Im bliżej prezentacji Apple’a, tym więcej spekulacji i przecieków na temat nadchodzących modeli firmy z Cupertino. Pomimo, iż amerykański producent uchodził zawsze za tego, który starannie dochowuje tajemnicy, w internecie aż huczy od żywiołowych dyskusji na temat kolejnych doniesień i zdjęć urządzeń z nadgryzionym jabłkiem. Tym razem na pierwszym planie znalazła się rozdzielczość nadchodzących iPhone’ów. Czy w takim wypadku definicja słynnej Retiny znów odżyje w oczach klientów? Zobaczmy.
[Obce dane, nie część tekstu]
package influence

import "math"

// wilson returns the score interval of a probability for x successes in n trials.
//
//	out     0 <= lo <= x/n <= hi <= 1
//	source  Wilson 1927, JASA 22:209, without continuity correction
func wilson(x, n, z float64) (lo, hi float64) {
	p, z2 := x/n, z*z
	centre := (x + z2/2) / (n + z2)
	half := z / (n + z2) * math.Sqrt(n*p*(1-p)+z2/4)
	lo, hi = centre-half, centre+half
	if x == 0 {
		lo = 0
	}
	if x == n {
		hi = 1
	}
	return lo, hi
}

// scoreDifference returns the interval of p1 - p0 for x1 successes in n1 trials and
// x0 in n0: the differences that a score test does not reject, its variance taken at
// the probabilities most likely under each, times N/(N - 1).
//
//	source  Miettinen, Nurminen 1985, Stat. Med. 4:213
func scoreDifference(x1, n1, x0, n0, z float64) (lo, hi float64) {
	d := x1/n1 - x0/n0
	n := n1 + n0
	squared := func(delta float64) float64 {
		p0 := nullForDifference(x1, n1, x0, n0, delta)
		p1 := p0 + delta
		v := (p1*(1-p1)/n1 + p0*(1-p0)/n0) * n / (n - 1)
		return (d - delta) * (d - delta) / v
	}
	return edge(squared, z, d, -1), edge(squared, z, d, 1)
}

// nullForDifference returns the most likely p0 when p1 = p0 + delta. The likelihood's
// derivative times p0 (1-p0) p1 (1-p1) is a cubic with one root in range.
func nullForDifference(x1, n1, x0, n0, delta float64) float64 {
	n, x := n1+n0, x1+x0
	a := n
	b := (n1+2*n0)*delta - n - x
	c := (n0*delta-n-2*x0)*delta + x
	d := x0 * delta * (1 - delta)
	third := b / (3 * a)
	q := third*third*third - b*c/(6*a*a) + d/(2*a)
	p := math.Copysign(math.Sqrt(max(0, third*third-c/(3*a))), q)
	var root float64
	if p != 0 {
		angle := (math.Pi + math.Acos(min(1, max(-1, q/(p*p*p))))) / 3
		root = 2 * p * math.Cos(angle)
	}
	return min(min(1, 1-delta), max(max(0, -delta), root-third))
}

// scoreRatio returns the interval of p1 / p0, likewise; hi is infinite without
// successes in the denominator.
//
//	source  Miettinen, Nurminen 1985, Stat. Med. 4:213
func scoreRatio(x1, n1, x0, n0, z float64) (lo, hi float64) {
	n := n1 + n0
	squared := func(theta float64) float64 {
		b := n1*theta + x1 + n0 + x0*theta
		p0 := 2 * (x1 + x0) / (b + math.Sqrt(max(0, b*b-4*n*theta*(x1+x0)))) // the smaller root, without cancellation
		p0 = min(1, p0)
		p1 := min(1, theta*p0)
		v := (p1*(1-p1)/n1 + theta*theta*p0*(1-p0)/n0) * n / (n - 1)
		s := x1/n1 - theta*x0/n0
		return s * s / v
	}
	switch {
	case x0 == 0 && x1 == 0:
		return 0, math.Inf(1)
	case x0 == 0:
		// By symmetry of the arms: the inverse of the upper end the other way round.
		_, inverse := scoreRatio(x0, n0, x1, n1, z)
		return 1 / inverse, math.Inf(1)
	}
	at := x1 / n1 / (x0 / n0)
	if x1 > 0 {
		lo = edge(squared, z, at, 0)
	}
	top := max(1, 2*at)
	for !(squared(top) > z*z) {
		top *= 2
	}
	return lo, edge(squared, z, at, top)
}

// edge returns where squared, which rises from 0 at the estimate towards the end,
// passes z squared, to the last bits; the end itself if it does not.
func edge(squared func(float64) float64, z, at, end float64) float64 {
	in, out := at, end
	for {
		mid := in + (out-in)/2
		if mid == in || mid == out {
			return mid
		}
		if squared(mid) <= z*z {
			in = mid
		} else {
			out = mid
		}
	}
}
Według jednego z zagranicznych portali rozdzielczość spodziewanych modeli Apple’a ulegnie powiększeniu. Z analiz specjalistów wynika, że będzie to rozdzielczość 1704 x 960 pikseli. Skąd wzięła się ta niespotykana liczba? Jest to nic innego, jak ewolucja słynnej Retiny, która wpojona i wymyślona przez Steve’a Jobsa, zakorzeniła się w świadomości użytkowników, jako ekran o wysokiej rozdzielczości obfitujący w niespotykane dotąd walory wyświetlanego obrazu. Sam schemat wyliczania bazuje na wartości podstawy rozdzielczości poprzednich generacji ekranu. I tak iPhone 4, 4S pod tym względem był zwielokrotnieniem podstawy (320×480) pierwszych iPhone’ów. Natomiast nadchodzące modele będą zwielokrotnieniem bazowej wartości modeli 5, 5S, 5C – wynoszącej 320 x 568 pikseli. W ten sposób ekrany nowych terminali osiągną trzykrotną długość i szerokość podstawy poprzedniej generacji. Jeśli według przecieków faktycznie ujrzymy iPhone’y o przekątnej 4,7 i 5,5 cala, będzie to oznaczać zagęszczenie pikseli na poziomie odpowiednio 426 i 356 ppi.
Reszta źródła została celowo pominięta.